Thursday, May 03, 2012 5:07 PM
I am having an Issue with Linked Servers, perhaps someone can explain what is going on.
I have three servers: ServerA, ServerB and Server C. Each has a Linked Server configured to the other two. (All MS SQL Server 2008 SP1).
All the linked servers are configured the same: "Be Made using the login's current security context" is selected, and "Data Access", "RPC", "RPC OUT" are all set to True.
My Domain account is a sysamdin on all three servers.
This is what I am experiencing:
1) Log In to Server A with Remote Desktop
2) Open SSMS, and Connect to ServerB
3) Execute Query ( SELECT Top 1 * from [LnkServerA].[Database].[dbo].[TableName] )

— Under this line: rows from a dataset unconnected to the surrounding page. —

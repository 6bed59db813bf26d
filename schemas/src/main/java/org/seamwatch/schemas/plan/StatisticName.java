package org.seamwatch.schemas.plan;

import java.util.List;

/** A statistic that a series can have. */
public enum StatisticName {
    MORAN("moran", List.of(new ChartPlan.Ewma(0.2, 1, Sides.UPPER)));

    private final String word;
    private final List<ChartPlan> defaultCharts;

    StatisticName(String word, List<ChartPlan> defaultCharts) {
        this.word = word;
        this.defaultCharts = defaultCharts;
    }

    /** The word in plan and records. */
    public String word() {
        return word;
    }

    /** Its charts where the plan gives none. */
    public List<ChartPlan> defaultCharts() {
        return defaultCharts;
    }
}
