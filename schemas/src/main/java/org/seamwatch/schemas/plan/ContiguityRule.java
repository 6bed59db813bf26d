package org.seamwatch.schemas.plan;

/** Which regions are neighbours. */
public sealed interface ContiguityRule {

    /** How the rule reads in words. */
    String words();

    /** They share a line. */
    record Edge() implements ContiguityRule {
        @Override
        public String words() {
            return "edge";
        }
    }

    /** They share at least a point. */
    record Corner() implements ContiguityRule {
        @Override
        public String words() {
            return "corner";
        }
    }

    /**
     * One is among the nearest of the other.
     *
     * @param count how many nearest, at least 1
     */
    record Nearest(int count) implements ContiguityRule {
        @Override
        public String words() {
            return "nearest " + count;
        }
    }

    /**
     * They lie within a distance.
     *
     * @param kilometres the distance, above 0
     */
    record Within(double kilometres) implements ContiguityRule {
        @Override
        public String words() {
            return "within " + kilometres + " km";
        }
    }
}
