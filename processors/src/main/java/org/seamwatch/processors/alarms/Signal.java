package org.seamwatch.processors.alarms;

/**
 * What a day of one statistic means for an episode.
 *
 * @param statistic name of the statistic
 * @param usable whether its value could be used
 * @param beyond whether one of its charts is beyond an action limit
 */
public record Signal(String statistic, boolean usable, boolean beyond) {}
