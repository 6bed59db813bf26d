/**
 * Episodes and the life of alarms. Start from {@link org.seamwatch.processors.alarms.Episodes}.
 */
@NullMarked
package org.seamwatch.processors.alarms;

import org.jspecify.annotations.NullMarked;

4) Receive error: Login failed for user 'NT AUTHORITY\ANONYMOUS LOGON'.
5) Log On to ServerB with Remote Desktop, and Connect to ServerB With SSMS
6) Execute Query ( SELECT Top 1 * from [LnkServerA].[Database].[dbo].[TableName] ) Successfully
7) Go back to ServerA and Run same query from Step 3, this time it is successful.

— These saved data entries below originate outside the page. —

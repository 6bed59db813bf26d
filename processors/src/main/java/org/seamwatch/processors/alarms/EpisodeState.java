package org.seamwatch.processors.alarms;

import com.fasterxml.jackson.annotation.JsonIgnore;
import java.time.LocalDate;
import java.util.ArrayList;
import java.util.List;
import org.jspecify.annotations.Nullable;

/**
 * The episode of a series after a day: a function of the data alone. An episode begins with a signalling day and ends
 * after 7 consecutive days on which all its statistics are usable and inside their action limits; days that cannot be
 * judged neither count nor end it.
 *
 * @param start first signalling day; null where there is no episode
 * @param lastSignal last signalling day so far
 * @param end the day that ended it, on that day; null while it is open
 * @param statistics statistics that have signalled, in the plan's order
 * @param quiet days inside since the last signal
 */
public record EpisodeState(
        @Nullable LocalDate start,
        @Nullable LocalDate lastSignal,
        @Nullable LocalDate end,
        List<String> statistics,
        int quiet) {

    /** So many days inside end an episode. */
    public static final int QUIET_DAYS = 7;

    public static final EpisodeState NONE = new EpisodeState(null, null, null, List.of(), 0);

    public EpisodeState {
        statistics = List.copyOf(statistics);
    }

    /** Whether an episode is under way after the day. */
    @JsonIgnore
    public boolean isOpen() {
        return start != null && end == null;
    }

    /** Whether the day ended an episode. */
    public boolean hasEnded() {
        return end != null;
    }

    /**
     * The state after the next day.
     *
     * @param signals one for each statistic, in the plan's order
     */
    public EpisodeState next(LocalDate day, List<Signal> signals) {
        EpisodeState before = isOpen() ? this : NONE;
        if (signals.stream().anyMatch(Signal::beyond)) {
            LocalDate from = before.start == null ? day : before.start;
            return new EpisodeState(from, day, null, before.joined(signals), 0);
        }
        if (!before.isOpen() || !signals.stream().allMatch(before::isInside)) {
            return before;
        }
        int days = quiet + 1;
        return new EpisodeState(start, lastSignal, days == QUIET_DAYS ? day : null, statistics, days);
    }

    private boolean isInside(Signal signal) {
        return signal.usable() || !statistics.contains(signal.statistic());
    }

    private List<String> joined(List<Signal> signals) {
        List<String> all = new ArrayList<>();
        for (Signal s : signals) {
            if (s.beyond() || statistics.contains(s.statistic())) {
                all.add(s.statistic());
            }
        }
        return all;
    }
}
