package org.seamwatch.schemas.plan;

import java.util.LinkedHashMap;
import java.util.List;
import java.util.Map;
import org.jspecify.annotations.Nullable;
import org.seamwatch.schemas.InputException;
import org.yaml.snakeyaml.nodes.MappingNode;
import org.yaml.snakeyaml.nodes.Node;
import org.yaml.snakeyaml.nodes.NodeTuple;
import org.yaml.snakeyaml.nodes.ScalarNode;
import org.yaml.snakeyaml.nodes.Tag;

/** A mapping of the plan. A key without a value counts as absent. */
final class YamlMap {

    private final YamlFile file;
    private final String path;
    private final Node node;
    private final Map<String, YamlValue> values = new LinkedHashMap<>();
    private final Map<String, Node> keys = new LinkedHashMap<>();

    YamlMap(YamlFile file, String path, MappingNode node) {
        this.file = file;
        this.path = path;
        this.node = node;
        for (NodeTuple tuple : node.getValue()) {
            add(tuple);
        }
    }

    private YamlMap(YamlFile file, String path, Node node) {
        this.file = file;
        this.path = path;
        this.node = node;
    }

    /** A mapping without keys, for a key without a value. */
    static YamlMap empty(YamlFile file, String path, Node node) {
        return new YamlMap(file, path, node);
    }

    private void add(NodeTuple tuple) {
        if (!(tuple.getKeyNode() instanceof ScalarNode scalar)) {
            throw file.error(tuple.getKeyNode(), at("") + "a key must be a word");
        }
        String key = scalar.getValue();
        Node first = keys.putIfAbsent(key, scalar);
        if (first != null) {
            throw file.error(
                    scalar,
                    child(key) + ": must be there once, is on line "
                            + (first.getStartMark().getLine() + 1) + " already");
        }
        if (!Tag.NULL.equals(tuple.getValueNode().getTag())) {
            values.put(key, new YamlValue(file, child(key), tuple.getValueNode()));
            file.give(child(key));
        }
    }

    /** Refuses any other key than these. */
    YamlMap only(List<String> known) {
        keys.forEach((key, keyNode) -> {
            if (!known.contains(key)) {
                String near = Nearest.suggestion(key, known);
                throw file.error(
                        keyNode, child(key) + ": unknown key" + (near.isEmpty() ? Nearest.known(key, known) : near));
            }
        });
        return this;
    }

    @Nullable
    YamlValue get(String key) {
        return values.get(key);
    }

    YamlValue required(String key) {
        YamlValue value = values.get(key);
        if (value == null) {
            throw file.error(keys.getOrDefault(key, node), child(key) + ": must be there, was missing");
        }
        return value;
    }

    /** The values by key, in the order of the file. */
    Map<String, YamlValue> values() {
        return values;
    }

    /** The keys with the nodes they stand on, those without a value included. */
    Map<String, Node> keys() {
        return keys;
    }

    String text(String key, String otherwise) {
        YamlValue value = values.get(key);
        return value == null ? otherwise : value.text();
    }

    /** Patterns of region ids; all regions where the key is absent. */
    String patterns(String key) {
        YamlValue value = values.get(key);
        return value == null ? "*" : value.patterns();
    }

    int integer(String key, int lowest, int highest, int otherwise) {
        YamlValue value = values.get(key);
        return value == null ? otherwise : value.integer(lowest, highest);
    }

    int days(String key, int lowest, int highest, int otherwise) {
        YamlValue value = values.get(key);
        return value == null ? otherwise : value.days(lowest, highest);
    }

    double above0(String key, double otherwise) {
        YamlValue value = values.get(key);
        return value == null ? otherwise : value.above0();
    }

    /** The mapping under the key; one without keys where it is absent. */
    YamlMap map(String key, List<String> known) {
        YamlValue value = values.get(key);
        return value == null ? empty(file, child(key), node) : value.map().only(known);
    }

    InputException error(String message) {
        return file.error(node, at("") + message);
    }

    private String child(String key) {
        return path.isEmpty() ? key : path + "." + key;
    }

    private String at(String rest) {
        return path.isEmpty() ? rest : path + ": " + rest;
    }
}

What is happening that I am not allowed to execute the query until I log on to ServerB and and execute it? From then on, I am able to run the Query from ServerA with no trouble. Is this a configuration problem?
Friday, May 04, 2012 7:18 AM
Have you tried to configure the Linked server with SQL Server logins? To solve this problem, i suspect you may need to set SPN for Linked Server A.
Tuesday, May 08, 2012 6:39 AMModerator
Regarding to the error message and your description, which might be related to mapping between logins on the local instance and remote logins on the linked server issue.
You can try to map the clients on server A to a standard security login on server B, by using either the sp_addlinkedsrvlogin stored procedure or the Security tab of the Linked Server Properties dialog box in Enterprise Manager.
For more information about sp_addlinkedsrvlogin, please refer to the answer of this thread with the same scenario as yours. http://social.msdn.microsoft.com/Forums/en-US/transactsql/thread/8ec97763-c978-48dd-a92c-4b47e6a959d7
Alternatively you can supply a specific SQL Server login, means ANYONE with access to your instance can now execute a query against that linked server and would be running on that linked server under the security context of the account that you specified.
Regards, Amber zhang
- Marked As Answer by amber zhangModerator Friday, May 11, 2012 4:34 AM
Tuesday, May 08, 2012 11:35 AM
This is happening because of the NTLM Authentication, when you have a double hop scenario, the middle server sends the request to the SQL/application with the Anonymoun Logon account. To resolve this issue you need to set SPNs on the Domain Controller for all the servers and you also need to enable delegation on servers.
You can also use SQL Authentication to workaround this problem.